After finding the line with "the shots run" in the entries below, retype exactly each line from there through the line with "remember : bool", including that final line.

++++

def _store(folder: Path, res: dict) -> None:
    """Write one shot's folder: the key goes first (removed) and last (written)."""
    folder.mkdir(parents=True, exist_ok=True)
    key = folder / KEY_FILE
    if key.exists():
        key.unlink()  # from here the folder is "being redone" until the new key is in place
    for name in _SHOT_FILES:
        if name not in res["files"] and name != KEY_FILE and (folder / name).exists():
            (folder / name).unlink()  # e.g. an old figure that no longer matches
    for name in ShotResult.FILES:  # in ShotResult's order: the summary last
        if name in res["files"]:
            atomic_write_bytes(folder / name, res["files"][name])
    atomic_write_text(key, res["key"] + "\n")


def _discard(folder: Path) -> bool:
    """Remove a shot folder of ours whose result no longer stands (the shot now fails); True if anything went."""
    gone = False
    if folder.is_dir():
        if (folder / KEY_FILE).exists():
            (folder / KEY_FILE).unlink()
            gone = True
        for name in _SHOT_FILES:
            if (folder / name).exists():
                (folder / name).unlink()
                gone = True
        try:
            folder.rmdir()
        except OSError:
            pass  # the user put other files there: leave them
    return gone


#: Folder of an output folder where shot folders of ids no longer in the table are moved.
SET_ASIDE_DIR = "set-aside"


def _set_aside(out: Path, ids) -> list:
    """Move the shot folders whose id is no longer in the table to ``set-aside/<date-time>/`` (never delete)."""
    gone = [p for p in shot_folders(out) if p.name not in ids]
    if not gone:
        return []
    dest = out / SET_ASIDE_DIR / time.strftime("%Y%m%d-%H%M%S")
    k = 2
    while dest.exists():
        dest = dest.with_name(f"{dest.name.split('~')[0]}~{k}")
        k += 1
    dest.mkdir(parents=True)
    moved = []
    for p in gone:
        target = dest / p.name
        os.replace(p, target)
        moved.append(target)
    return moved


def _dask_client(scheduler):
    try:
        from dask.distributed import Client
    except ImportError:
        raise InputError("a scheduler address needs Dask: pip install 'dask[distributed]' (or 'shpb[cluster]')",
                         "--scheduler") from None
    if isinstance(scheduler, Client):
        return scheduler, False
    try:
        return Client(str(scheduler), timeout="20s"), True
    except (OSError, TimeoutError, ValueError) as exc:
        raise InputError(f"cannot connect to the Dask scheduler ({type(exc).__name__}: {exc})",
                         str(scheduler)) from None


def _dask_results(tasks, client, figures, base_dir, flow_strains, stop: _StopFlag):
    """Yield task results from an existing Dask cluster (same task function as the local pool)."""
    from dask.distributed import as_completed

    futures = {}
    try:
        for shot in tasks:
            fut = client.submit(reduce_task, shot, figures, str(base_dir), flow_strains, pure=False,
                                key=f"shpb-shot-{shot.name}-{os.urandom(6).hex()}")
            futures[fut] = shot
        for fut in as_completed(list(futures)):
            stop.check()
            shot = futures.pop(fut)
            try:
                yield fut.result()
            except Exception as exc:  # noqa: BLE001 - e.g. a worker lost: recorded, the rest go on
                yield _failed(shot.name, "reduce", f"the Dask task failed: {_one_line(exc)}")
    finally:
        if futures:
            client.cancel(list(futures))


def run_campaign(campaign: Campaign, out_dir=None, jobs: Optional[int] = None, force: bool = False,
                 scheduler: Any = None, figures: bool = True,
                 progress: Optional[Callable[[int, int, ShotOutcome], None]] = None,
                 lock: Optional[FolderLock] = None, remember: bool = True) -> CampaignReport:
    """Reduce every shot of a campaign and write the campaign outputs.

    Parameters
    ----------
    campaign : Campaign
        From :func:`load_campaign`.
    out_dir : str or Path, optional
        Output folder [default: ``campaign.default_out``].
    jobs : int, optional
        Local worker processes [default: ``os.cpu_count()``]; 1 runs in this
        process. Ignored with ``scheduler``.
    force : bool
        Redo every shot, even those whose outputs are up to date.
    scheduler : str or dask.distributed.Client, optional
        Address of a Dask scheduler (``"tcp://10.0.0.5:8786"``) or a client;
        the shots run there instead of a local pool. The workers must see
        the record files at the same paths; they send the outputs back, and
        only this process writes them.
    figures : bool
        Write each shot's figure sheet and the campaign figures.
    progress : callable, optional
        ``progress(done, total, outcome)`` after each shot (skipped ones
        first).
    lock : FolderLock, optional
        The output folder's lock, already held by the caller (``shpb watch``
        holds it while it runs); taken here otherwise.
    remember : bool
        Record the run as complete (``.shpb-run.json``), so that a rerun of
        ``shpb batch`` with the same inputs has nothing to do. False for a
        run of part of a campaign's table (``shpb watch`` before every record
        has come in).

    Returns
    -------
    CampaignReport

    Raises
    ------
    shpb.errors.InputError
        Another run is writing ``out_dir`` (its lock names the holder).
    shpb.errors.Interrupted
        On SIGINT or SIGTERM: the running shots are stopped, the shots
        written so far are complete and a rerun keeps them; the message says
        how many.
    """
    out = Path(out_dir) if out_dir is not None else campaign.default_out
    jobs = max(1, int(jobs or os.cpu_count() or 1))
    client, own_client = _dask_client(scheduler) if scheduler is not None else (None, False)
    try:
        out.mkdir(parents=True, exist_ok=True)
        if lock is not None and lock.held:
            return _run(campaign, out, jobs, force, client, figures, progress, remember)
        with FolderLock(out, f"shpb batch {campaign.path.name}"):
            return _run(campaign, out, jobs, force, client, figures, progress, remember)
    finally:
        if own_client:
            client.close()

++++

Written reply:
        the shots run there instead of a local pool. The workers must see
        the record files at the same paths; they send the outputs back, and
        only this process writes them.
    figures : bool
        Write each shot's figure sheet and the campaign figures.
    progress : callable, optional
        ``progress(done, total, outcome)`` after each shot (skipped ones
        first).
    lock : FolderLock, optional
        The output folder's lock, already held by the caller (``shpb watch``
        holds it while it runs); taken here otherwise.
    remember : bool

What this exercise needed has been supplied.